Nothing here listens beyond this computer: the address is fixed to the loopback
interface, requests naming another host are refused (so a web page elsewhere cannot
reach the server through a look-alike name), and posts from another origin are refused.
Every answer of the interface is JSON; errors are ``{"error": "..."}`` in plain words with
the HTTP status that fits (400 bad request, 403 outside the folder or another origin, 404,
413 too large, 415 not audio, 409 busy).

Interface (all under the page's own address):

=====================  ==========================================================
``GET /``               the page (``page/index.html``); ``GET /page/NAME`` its files
``GET /takes/PATH``     a saved take (only files inside the takes folder)
``GET /api/state``      words, takes per word (``?speaker=NAME``), notes, training
``POST /api/word``      ``{"word": W}``: known pronunciations or a suggestion
``POST /api/word/add``  ``{"word": W, "phones": "P H O N E S"}``: add to the lexicon
``POST /api/check``     audio body: where the speech is, and what is wrong with it
``POST /api/take``      audio body, ``?word=W&speaker=S&held_out=0|1``: save a take
``POST /api/train``     start ``wordspot train``; ``GET /api/train``: its progress
``POST /api/try``       audio body: the words the trained model recognises
=====================  ==========================================================
"""

from __future__ import annotations

import io
import json
import mimetypes
import os
import sys
import threading
from dataclasses import dataclass, replace
from http import HTTPStatus
from http.server import BaseHTTPRequestHandler, ThreadingHTTPServer
from pathlib import Path
from urllib.parse import parse_qs, unquote, urlsplit

import soundfile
——————
> _ABOUT THIS TASK_
Find the line that contains "wrong with it". Write out that line and every line after it through the end of the data, exactly, and nothing else.

> _RESULT OF THE TASK_
``POST /api/check``     audio body: where the speech is, and what is wrong with it
``POST /api/take``      audio body, ``?word=W&speaker=S&held_out=0|1``: save a take
``POST /api/train``     start ``wordspot train``; ``GET /api/train``: its progress
``POST /api/try``       audio body: the words the trained model recognises
=====================  ==========================================================
"""

from __future__ import annotations

import io
import json
import mimetypes
import os
import sys
import threading
from dataclasses import dataclass, replace
from http import HTTPStatus
from http.server import BaseHTTPRequestHandler, ThreadingHTTPServer
from pathlib import Path
from urllib.parse import parse_qs, unquote, urlsplit

import soundfile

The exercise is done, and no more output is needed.